In MySQL 5.7 we address this problem by adding a new option of innodb_log_write_ahead_size. This allows the user to effectively pad write operations to complete the full block of the underlying device or file system, negating the need for a read-on-write modification. This change results in better stability of log throughput as there will no longer be a situation where some writes are effectively cached and others will not be cached.
We continue to investigate other ways of addressing this problem. For example, on an SSD, deallocation like FALLOC_FL_PUNCH_HOLE might be better if it is supported.
(5) Future improvements
We are continuing to focus on improving DML performance for 5.7. Some of our next areas of research include:
- Implementing improvements to the adaptive flushing algorithm (suggestion by Dimitri Kravtchuk)
- Setting a thread priority for the page_cleaner (in Linux for now)
- Addressing an issue where an overload of flushing can occur when the oldest modification reaches max_modified_age_sync. (lowers risk to reach max_modified_age_sync; proper throughput along with flushing around max_modified_age_sync)
- Introducing page fill factor to control frequency of merge/split of the index pages
As the result of the above improvements (including the future works), MySQL 5.7 has will respect configuration settings much closer and adjusting settings to reflect underlying hardware device(s) IO capabilities will be more important to optimize throughput. For example: settings that are too conservative may prevent the page cleaner thread from competing enough work.
innodb_io_capacity_max ≤ [actual max write pages/s]

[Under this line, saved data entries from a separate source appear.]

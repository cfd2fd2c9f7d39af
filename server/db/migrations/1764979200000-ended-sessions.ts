import type { MigrationInterface, QueryRunner } from 'typeorm';

/**
 * Ids of sessions that have ended (sign-out, rotation at sign-in). A save still in flight for such an
 * id must not bring the session back; rows are pruned once no session could outlive them.
 */
export class EndedSessions1764979200000 implements MigrationInterface {
  name = 'EndedSessions1764979200000';

  async up(db: QueryRunner): Promise<void> {
    await db.query(`CREATE TABLE http_session_ended (sid varchar PRIMARY KEY, ended_at timestamptz NOT NULL DEFAULT now())`);
    await db.query(`CREATE INDEX http_session_ended_at_idx ON http_session_ended (ended_at)`);
  }

  async down(db: QueryRunner): Promise<void> {
    await db.query(`DROP TABLE http_session_ended`);
  }
}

As the result of the adjustments, 5.7 will always try to respect innodb_io_capacity_max for flush_list flushing. If the amount of outstanding work is too large, the page cleaner might spend too much time performing flush_list flushing and not complete some of the other tasks required of it. The actual maximum “write pages/s” can be confirmed by watching PAGES_WRITTEN_RATE value of INFORMATION_SCHEMA.INNODB_BUFFER_POOL_STATS, for example.
innodb_buf_pool_instances × innodb_lru_scan_depth ≥ [actual max read page/s]
The setting innodb_lru_scan_depth can now be considered as the target of free pages for each buffer pool instance at flushing operation of the page cleaner. A single round of page cleaner tasks is also intended to be completed within one second. So, “read page/s” is affected by innodb_buf_pool_instances × innodb_lru_scan_depth. Setting innodb_lru_scan_depth to a very high high value is not recommended, because the free page keeping batch might take too long. (* The actual maximum “read pages/s” can be confirmed by watching PAGES_READ_RATE value of INFORMATION_SCHEMA.INNODB_BUFFER_POOL_STATS, also for example.)